Work task:
Of the material below, only the lines from the line containing "stimulated : ndarray of bool" down to the line containing "self.wlo, self.whi = control_volumes(grid, length)" belong in the answer, written out exactly.
Exercise materials section start
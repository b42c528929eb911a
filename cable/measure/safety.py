"""Safety factor of conduction (Shaw & Rudy 1997, Circ Res 81:727), tracked sample by sample.

Definition used
---------------
For a control volume W of the fibre (a cell of a discrete-cell fibre; otherwise the nodes
within ``safety_factor_length / 2`` of the node, default 100 um, the myocyte length of
Shaw & Rudy's fibre)::

    SF = (Q_c + Q_out) / Q_in,    each Q = integral over A of its current,

* I_c: the capacitive current of W (C_m dV/dt summed over its nodes);
* I_in: the axial current entering W through its upstream end, signed (positive into W);
* I_out: the axial current leaving W through its downstream end, signed (positive out of
  W, towards the next cell);
* A: the whole interval in which the net charge W has received, Q_m = integral of
  (I_in - I_out) = integral of (I_c + I_ion), is positive: it opens when the net axial
  current turns inward and closes when Q_m returns to zero (not earlier: with poor
  coupling the potential has kinks while Q_m is still large).

Upstream is the end through which W received more charge over A (for a wave crossing W,
the end facing it; :func:`safety_factors`).

Charge conservation gives I_in = I_c + I_out + I_ion, so SF = 1 - Q_ion / Q_in: SF > 1
when W's membrane produced net inward charge, SF < 1 when it consumed what it received.

Which currents: REFERENCES.md recalls the formula from memory with "inward" and
"outward" currents. Read as *ionic* currents the ratio is identically 1: Q_c + Q_out +
Q_in = Q_m, and Q_m = 0 at both ends of A. The published properties (about 1.5 in
normal tissue, falling with reduced excitability, *rising* with reduced coupling, below
1 at block) follow with I_in and I_out the *axial* currents into and out of the cell, as
in Shaw & Rudy's multicellular fibre, which is what is used here. The tests check the
charge balance against the model's ``currents`` kernel, that the ionic reading gives 1,
and the published properties.

The value is a property of the control volume, as in Shaw & Rudy's cell-based
definition: SF - 1 is roughly the ratio of W's own capacitive charge to the charge that
flows through it, so it tends to 1 as W shrinks to one node of a continuous cable.
Measured with LR1: 1.50 for Shaw & Rudy's fibre (100 um cells, a = 11 um, R_i 150
ohm*cm, R_g 1.5 ohm*cm^2; independent of dx from 100 to 10 um to 0.5 %), 1.62 for a
continuous cable of R_i 300 ohm*cm over 100 um windows. Compare values computed with
the same control volume.

Rules at the edges of the definition (ours):

* An interval still open at the next stimulus onset (or the end of the run) closes
  there: a node that did not activate, or a block site that never gives the charge back,
  so the charge its membrane lost is counted: SF < 1 for a node that did not activate. Intervals whose Q_in would
  depolarise W by less than ``MIN_DEPOLARISATION`` are dropped (noise at rest); such a
  node gets NaN.
* Nodes whose control volume holds a stimulated node get NaN (the stimulus is a third
  source).
* Near a sealed end the downstream load vanishes and SF rises: read SF away from ends.

Sampling: the currents are integrated over the stored samples (``output.every``), the
capacitive charge exactly (sum of dV), the axial ones by the trapezoidal rule. The
upstroke must span many samples: ``FINE_EVERY`` ms or less (measured in
tests/measure/test_safety.py); :func:`sampling_note` warns otherwise.
"""

from __future__ import annotations

import numpy as np

from cable.kernels.jit import jit
from cable.measure import Inputs, Measurement

#: intervals whose axial inflow would depolarise the control volume by less than this are
#: noise (at rest) and dropped [mV]
MIN_DEPOLARISATION = 0.5
#: default control-volume length without discrete cells: the 100 um myocyte of Shaw &
#: Rudy 1997 (from memory) [cm]
DEFAULT_LENGTH = 0.01
#: output.every up to this keeps the safety factor within ~1 % (measured: HH axon at
#: 18.5 degC, 1 mm control volume: 1 % at 0.02 ms, 1.5 % at 0.05 ms against 0.005 ms;
#: LR1 cells: under 0.1 % even at 0.1 ms; tests/measure/test_safety.py checks 0.02 ms) [ms]
FINE_EVERY = 0.02


@jit
def _prefix(v, volume, out):
    acc = 0.0
    out[0] = 0.0
    for i in range(v.shape[0]):
        acc += volume[i] * v[i]
        out[i + 1] = acc


@jit
def _flows(v, edge, a, b):
    # signed axial currents into the window [a, b] through its left and right ends (in mV/ms
    # times node volume; positive: into W); a sealed fibre end carries none
    n = v.shape[0]
    left = 0.0
    right = 0.0
    if a > 0:
        left = edge[a - 1] * (v[a - 1] - v[a])
    if b < n - 1:
        right = edge[b] * (v[b + 1] - v[b])
    return left, right


@jit
def _close(i, t, state, acc, t0, kopen, qmin, rec, rec_k, nrec, activated):
    # store the interval of node i if it counts; return 1 if it had to be dropped (full)
    state[i] = 0
    if activated or max(acc[i, 2], acc[i, 3]) >= qmin[i]:
        k = nrec[i]
        if k < rec.shape[1]:
            rec[i, k, 0] = t0[i]
            rec[i, k, 1] = t
            rec[i, k, 2] = acc[i, 1]
            rec[i, k, 3] = acc[i, 2]
            rec[i, k, 4] = acc[i, 3]
            rec_k[i, k] = kopen[i] if activated else -1
            nrec[i] = k + 1
            return 0
        return 1
    return 0


@jit
def track(v, vprev, t, tprev, nact, nact_prev, edge, volume, wlo, whi, force, state, acc, t0, kopen,
          qmin, rec, rec_k, nrec, pre, pre_prev):
    """Advance the safety-factor intervals of every node by one sample (see module doc).

    ``acc[i]`` holds Q_m, Q_c and the signed axial charges through the left and right ends
    of node i's open interval; ``force`` closes every open interval first (a stimulus
    onset passed). Returns the number of intervals dropped for want of room.
    """
    n = v.shape[0]
    h = t - tprev
    dropped = 0
    _prefix(v, volume, pre)
    _prefix(vprev, volume, pre_prev)
    for i in range(n):
        if force and state[i] == 1:
            dropped += _close(i, tprev, state, acc, t0, kopen, qmin, rec, rec_k, nrec, nact_prev[i] > kopen[i])
        a = wlo[i]
        b = whi[i]
        l1, r1 = _flows(v, edge, a, b)
        l0, r0 = _flows(vprev, edge, a, b)
        ql = 0.5 * (l0 + l1) * h
        qr = 0.5 * (r0 + r1) * h
        dqm = ql + qr
        if state[i] == 0:
            if dqm <= 0.0:
                continue
            state[i] = 1
            t0[i] = tprev
            kopen[i] = nact_prev[i]
            for j in range(4):
                acc[i, j] = 0.0
        acc[i, 0] += dqm
        acc[i, 1] += (pre[b + 1] - pre[a]) - (pre_prev[b + 1] - pre_prev[a])
        acc[i, 2] += ql
        acc[i, 3] += qr
        if acc[i, 0] <= 0.0:
            dropped += _close(i, t, state, acc, t0, kopen, qmin, rec, rec_k, nrec, nact[i] > kopen[i])
    return dropped


def safety_factors(q_c, q_left, q_right):
    """SF = (Q_c + Q_out) / Q_in from the signed end charges of intervals (arrays alike).

    The upstream end is the one through which W received more charge over A (for a wave
    travelling through W, the end facing the wave); Q_in is the signed charge entering
    there and Q_out the signed charge leaving through the other end (Shaw & Rudy 1997).
    """
    q_in = np.maximum(q_left, q_right)
    q_out = -np.minimum(q_left, q_right)
    with np.errstate(divide="ignore", invalid="ignore"):
        return (q_c + q_out) / q_in


def control_volumes(grid, length: float) -> tuple[np.ndarray, np.ndarray]:
    """First and last node (inclusive) of each node's control volume.

    The node's cell for discrete cells; otherwise the nodes within ``length / 2`` [cm].
    """
    n = grid.n
    if grid.cell is not None:
        cell = grid.cell
        first = np.searchsorted(cell, cell, side="left")
        last = np.searchsorted(cell, cell, side="right") - 1
        return first.astype(np.int64), last.astype(np.int64)
    dx = float(grid.x[1] - grid.x[0]) if n > 1 else 1.0
    half = int(np.floor(0.5 * length / dx + 1e-9))
    idx = np.arange(n)
    return np.maximum(idx - half, 0).astype(np.int64), np.minimum(idx + half, n - 1).astype(np.int64)


def sampling_note(every: float) -> str | None:
    """A warning when ``output.every`` [ms] is too coarse for the safety factor."""
    if every > FINE_EVERY:
        return (f"measure.safety_factor integrates the currents over the stored samples: output.every = "
                f"{every:g} ms is coarse for an upstroke (use {FINE_EVERY:g} ms or less); the safety factor "
                f"will be inaccurate.")
    return None


class SafetyTracker:
    """Safety-factor intervals of a strand; call :meth:`update` with each sample.

    Parameters
    ----------
    grid : cable.fiber.Grid
    v0 : ndarray
        Initial potential [mV].
    onsets : ndarray
        Stimulus onset times [ms] (open intervals without activation close there).
    stimulated : ndarray of bool
        Nodes any stimulus is applied to.
    length : float
        Control-volume length without discrete cells [cm].
    capacity : int
        Intervals stored per node.
    """

    def __init__(self, grid, v0, onsets, stimulated, length=DEFAULT_LENGTH, capacity=32):
        n = grid.n
        self.grid = grid
        self.wlo, self.whi = control_volumes(grid, length)
        vol = np.asarray(grid.volume, dtype=np.float64)
        prefix = np.concatenate([[0.0], np.cumsum(vol)])
        window_volume = prefix[self.whi + 1] - prefix[self.wlo]
        self.qmin = MIN_DEPOLARISATION * window_volume
        cum = np.concatenate([[0], np.cumsum(np.asarray(stimulated, dtype=np.int64))])
        self.excluded = (cum[self.whi + 1] - cum[self.wlo]) > 0
        self.edge = np.ascontiguousarray(grid.edge, dtype=np.float64)
        self.volume = np.ascontiguousarray(vol)
        self.onsets = np.sort(np.asarray(onsets, dtype=np.float64))
        self.next_onset = 0
        self.state = np.zeros(n, dtype=np.int64)
        self.acc = np.zeros((n, 4))
        self.t0 = np.zeros(n)
        self.kopen = np.zeros(n, dtype=np.int64)
        self.rec = np.full((n, capacity, 5), np.nan)
        self.rec_k = np.full((n, capacity), -1, dtype=np.int64)
        self.nrec = np.zeros(n, dtype=np.int64)
        self.vprev = np.array(v0, dtype=np.float64)
        self.nact_prev = np.zeros(n, dtype=np.int64)
        self.tprev = 0.0
        self.dropped = 0
        self._pre = np.zeros(n + 1)
        self._pre_prev = np.zeros(n + 1)

    def update(self, v, t, nact):
        """Take the sample ``v`` [mV] at time ``t`` [ms]; ``nact`` the crossing counts."""
        force = False
        while self.next_onset < self.onsets.size and self.onsets[self.next_onset] <= t:
            if self.onsets[self.next_onset] > self.tprev:
                force = True
            self.next_onset += 1
        self.dropped += track(v, self.vprev, t, self.tprev, nact, self.nact_prev, self.edge, self.volume,
                              self.wlo, self.whi, force, self.state, self.acc, self.t0, self.kopen, self.qmin,
                              self.rec, self.rec_k, self.nrec, self._pre, self._pre_prev)
        self.vprev[:] = v
        self.nact_prev[:] = nact
        self.tprev = t

    def finish(self):
        """Close the intervals still open at the end of the run."""
        for i in np.flatnonzero(self.state == 1):
            activated = bool(self.nact_prev[i] > self.kopen[i])
            self.dropped += _close(i, self.tprev, self.state, self.acc, self.t0, self.kopen, self.qmin,
                                   self.rec, self.rec_k, self.nrec, activated)

    def per_beat(self, beats) -> np.ndarray:
        """Safety factor (nbeat, n) for the beats of :func:`cable.measure.activation.assign_beats`.

        An activated node takes the interval holding the crossing its beat used; a node
        the beat's wave did not reach takes its largest interval (by Q_in) that opened
        between the beat's onset and the next; NaN otherwise.
        """
        self.finish()
        nb, n = beats.index.shape
        out = np.full((nb, n), np.nan)
        ends = np.append(beats.onset[1:], np.inf)
        rec, rec_k, nrec = self.rec, self.rec_k, self.nrec
        sf = safety_factors(rec[:, :, 2], rec[:, :, 3], rec[:, :, 4])
        valid = np.arange(rec.shape[1])[None, :] < nrec[:, None]
        for b in range(nb):
            k = beats.index[b]
            hit = valid & (rec_k == k[:, None]) & (k[:, None] >= 0)
            got = hit.any(axis=1)
            first = np.argmax(hit, axis=1)
            out[b, got] = sf[got, first[got]]
            if beats.captured[b]:
                free = valid & (rec_k < 0) & (rec[:, :, 0] >= beats.onset[b] - 1e-9) & (rec[:, :, 0] < ends[b])
                missing = (k < 0) & free.any(axis=1)
                qin = np.where(free, np.fmax(rec[:, :, 3], rec[:, :, 4]), -np.inf)
                best = np.argmax(qin, axis=1)
                out[b, missing] = sf[missing, best[missing]]
        out[:, self.excluded] = np.nan
        return out


def tracker_for(case, grid, v0, pulses, notes: list) -> SafetyTracker:
    """The tracker of a run whose case asks for it (``[measure] safety_factor = true``).

    Parameters
    ----------
    case : Case
    grid : cable.fiber.Grid
    v0 : ndarray
        Initial potential [mV].
    pulses : ndarray
        The run's pulse table (onset, end, first node, last node + 1, amplitude).
    notes : list of str
        Receives the warning of :func:`sampling_note`.
    """
    given = case.safety_factor_length  # converted to cm by the loader
    length = given if given is not None else (case.fiber.cell_length or DEFAULT_LENGTH)
    if length >= case.fiber.length:
        from cable.case import CaseError

        what = f"measure.safety_factor_length = {given:g}" if given is not None else \
            f"the control volume (fiber.cell_length = {length:g} cm, the default)"
        raise CaseError(f"{what}: the control volume ({length:g} cm) must be shorter than the fibre "
                        f"({case.fiber.length:g} cm); give measure.safety_factor_length, e.g. 0.01 cm (one cell).")
    stimulated = np.zeros(grid.n, dtype=bool)
    for row in pulses:
        stimulated[int(row[2]):int(row[3])] = True
    note = sampling_note(case.output_every)
    if note:
        notes.append(note)
    if grid.cell is None and grid.n > 1 and length < 2.0 * float(grid.x[1] - grid.x[0]) - 1e-12:
        # one node alone: SF - 1 is about W's own capacitive charge over the charge through it
        notes.append(f"measure.safety_factor: the control volume ({length:g} cm) holds one node at fiber.dx = "
                     f"{float(grid.x[1] - grid.x[0]):g} cm, where the safety factor tends to 1 whatever the "
                     f"tissue; refine dx to {0.5 * length:g} cm or less, or lengthen "
                     f"measure.safety_factor_length.")
    return SafetyTracker(grid, v0, pulses[:, 0], stimulated, length, capacity=max(32, 4 * pulses.shape[0] + 8))


def _safety(inputs: Inputs) -> dict:
    return {"safety_factor": (("beat", "x"), inputs.setup.safety.per_beat(inputs.beats))}


def _asked(inputs: Inputs) -> bool:
    return inputs.setup.x is not None and inputs.setup.safety is not None


MEASUREMENT = Measurement("safety factor", ("safety_factor",), _safety, _asked, order=40)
Exercise materials section end
Solution to this exercise:
    stimulated : ndarray of bool
        Nodes any stimulus is applied to.
    length : float
        Control-volume length without discrete cells [cm].
    capacity : int
        Intervals stored per node.
    """

    def __init__(self, grid, v0, onsets, stimulated, length=DEFAULT_LENGTH, capacity=32):
        n = grid.n
        self.grid = grid
        self.wlo, self.whi = control_volumes(grid, length)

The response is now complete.